The visceral retia also warm the uteri of endothermic sharks. By holding their young in warm uteri, lamnoid sharks may somehow enhance the development of their embryos. Perhaps this shortens gestation, increasing the number of pregnancies a warm-bodied shark may have over her lifetime. Unfortunately, we know so little about development in these sharks that their gestation periods cannot be compared with those of cold-bodied sharks. Being warm-bodied probably also allows the Great White and the other warm-bodied sharks to make excursions into colder or deeper waters, taking advantage of the rich feeding found there. A fascinating 1993 paper by physiological ecologist Barbara Block and her co-workers examined the phylogeny and retia mirablia of active, warm-bodied teleosts such as tunas and billfishes (which have a retial system that is similar — but not identical — to that found in lamnoid sharks). Block et alii's results strongly suggest that the primary selection pressure fostering the evolution of endothermy in these fishes may have been range extension into cold waters rather than increased aerobic activity. Thus, the White Shark may benefit most from being warm-bodied not by being able to swim faster or digest food more quickly and completely, but simply by being able to function efficiently in cold water where ectothermic sharks cannot compete with it.

But the advantages of endothermy are costly. Theoretically, a warm-bodied shark may need more than ten times as much food as a cold-bodied shark of the same size. One would therefore expect that — to maintain a warm body in cold water — a large, active shark must burn fuel like a blast furnace. The thin biomass of tropical seas cannot readily support such a high-energy carnivore. Since cold temperate inshore waters offer large fishes and large, energy-rich marine mammals, warm-bodied lamnoid sharks are most abundant in these areas. The distribution of warm-bodied sharks is thus dictated largely by availability of prey. For example, the Great White is undeniably one of the sea's paramount predators: it can — and does — feed on virtually anything that swims. An influential 1984 paper by Tim Tricas and John McCosker found that off California, White Sharks larger than about 10 feet (3 metres) in length seem to specialize in feeding upon pinnipeds such as seals and sea lions. Pinnipeds are large, swift, and agile, representing a substantial if tough-to-catch food source. Most pinniped rookeries (large breeding colonies) are in cold temperate or sub-polar regions, and the White Shark rarely strays far from these important food sources.
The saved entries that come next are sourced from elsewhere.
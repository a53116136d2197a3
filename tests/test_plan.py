"""Time-lapse plans: strict loading, site layout, stage positions, time estimates and fit checks."""

from __future__ import annotations

import dataclasses
import json
import math
import re
from pathlib import Path

import numpy as np
import pytest
from hypothesis import given, settings
from hypothesis import strategies as st

from drivers.options import ConfigError
from daemon.timelapse.plan import (
    DEFAULT_FIELD_UM,
    Plan,
    ZStack,
    check_fits,
    count_from_duration,
    estimate_plan,
    estimate_position_s,
    field_of_view_um,
    load_plan,
    move_time_s,
    plan_positions,
    site_offsets_um,
)
from daemon.vessels.geometry import get_vessel
from daemon.vessels.stage_map import StageMap, load_stage_map
from drivers.sim.plate import PlateLayout
from tests.helpers import sim_profile

FULL_PLAN = """
name = "KVL-7 growth curve, plate LR-0412"
vessel = "96-well"
wells = ["B2:C4", "H12"]
sites_per_well = 4
interval_s = 1800
duration_s = 259200
autofocus = "track"
exposure_ms = 15.0
gain_db = 3.0
correction = true
save = "both"
notes = "Larkspur Row, incubator 3"

[z_stack]
count = 5
step_um = 2.5
"""


def _write(tmp_path: Path, text: str, name: str = "plan.toml") -> Path:
    p = tmp_path / name
    p.write_text(text, encoding="utf-8")
    return p


def _plan(**changes) -> Plan:
    base = Plan(
        name="LR-0412 test", vessel="96-well", wells=["B2", "B3"], sites_per_well=1, interval_s=600.0,
        count=10, autofocus="track", z_stack=None, exposure_ms=None, gain_db=None, correction=True,
        save="corrected",
    )
    return dataclasses.replace(base, **changes)


# --- loading ----------------------------------------------------------------------------


def test_load_toml_plan_with_every_key(tmp_path: Path) -> None:
    plan = load_plan(_write(tmp_path, FULL_PLAN))
    assert plan.name == "KVL-7 growth curve, plate LR-0412"
    assert plan.vessel == "96-well"
    assert plan.wells == ["B2", "B3", "B4", "C2", "C3", "C4", "H12"]
    assert plan.sites_per_well == 4
    assert plan.interval_s == 1800.0
    assert plan.count == 145  # 72 h every 30 min, both ends included
    assert plan.duration_s == 259200.0
    assert plan.autofocus == "track"
    assert plan.z_stack == ZStack(5, 2.5) and plan.z_stack.span_um == 10.0
    assert (plan.exposure_ms, plan.gain_db, plan.correction, plan.save) == (15.0, 3.0, True, "both")
    assert plan.frames_per_position == 5
    assert plan.source == str(tmp_path / "plan.toml")


def test_json_plan_defaults_and_round_trip(tmp_path: Path) -> None:
    raw = {"name": "LR-0412 quick look", "vessel": "24", "wells": "all", "interval_s": 900, "count": 3}
    plan = load_plan(_write(tmp_path, json.dumps(raw), "plan.json"))
    assert plan.vessel == "24-well" and len(plan.wells) == 24
    assert (plan.sites_per_well, plan.autofocus, plan.z_stack, plan.exposure_ms, plan.save) == (1, "track", None, None, "corrected")
    again = Plan.from_dict(json.loads(json.dumps(plan.to_dict())))
    assert again.to_dict() == plan.to_dict() and plan.focus_metric == "variance_of_laplacian"
    brenner = Plan.from_dict({**raw, "focus_metric": "brenner"})
    assert Plan.from_dict(json.loads(json.dumps(brenner.to_dict()))).focus_metric == "brenner"
    full = load_plan(_write(tmp_path, FULL_PLAN))
    assert Plan.from_dict(full.to_dict()).to_dict() == full.to_dict()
While energetically expensive, endothermy has enabled some lamnoid sharks to function as effective predators in cold waters, taking advantage of the rich feeding available there. In the North Atlantic, Shortfin Makos pursue high-speed ocean rovers, such as bluefish and swordfish. The Salmon Shark is an endurance predator, picking off Pacific salmon as they migrate along the coasts of Alaska and northern Japan. The Bigeye Thresher swims deep in cold water, scanning the surface for the silhouette of schooling baitfish with its huge, upward-mounted eyes. The combination of large size, efficient metabolism, high-speed swimming, and powerful jaws help make the lamnoid sharks versatile predators, allowing them to feed on a broad spectrum of prey types. By extending their range into cold waters, these sharks avoid competition with their cold-bodied cousins, which must remain in warmer seas. No doubt the heat-retaining retia of the Great White and a few related sharks has freed them from being captives of the isotherms — allowing them to range throughout the breadth and depths of the World Ocean.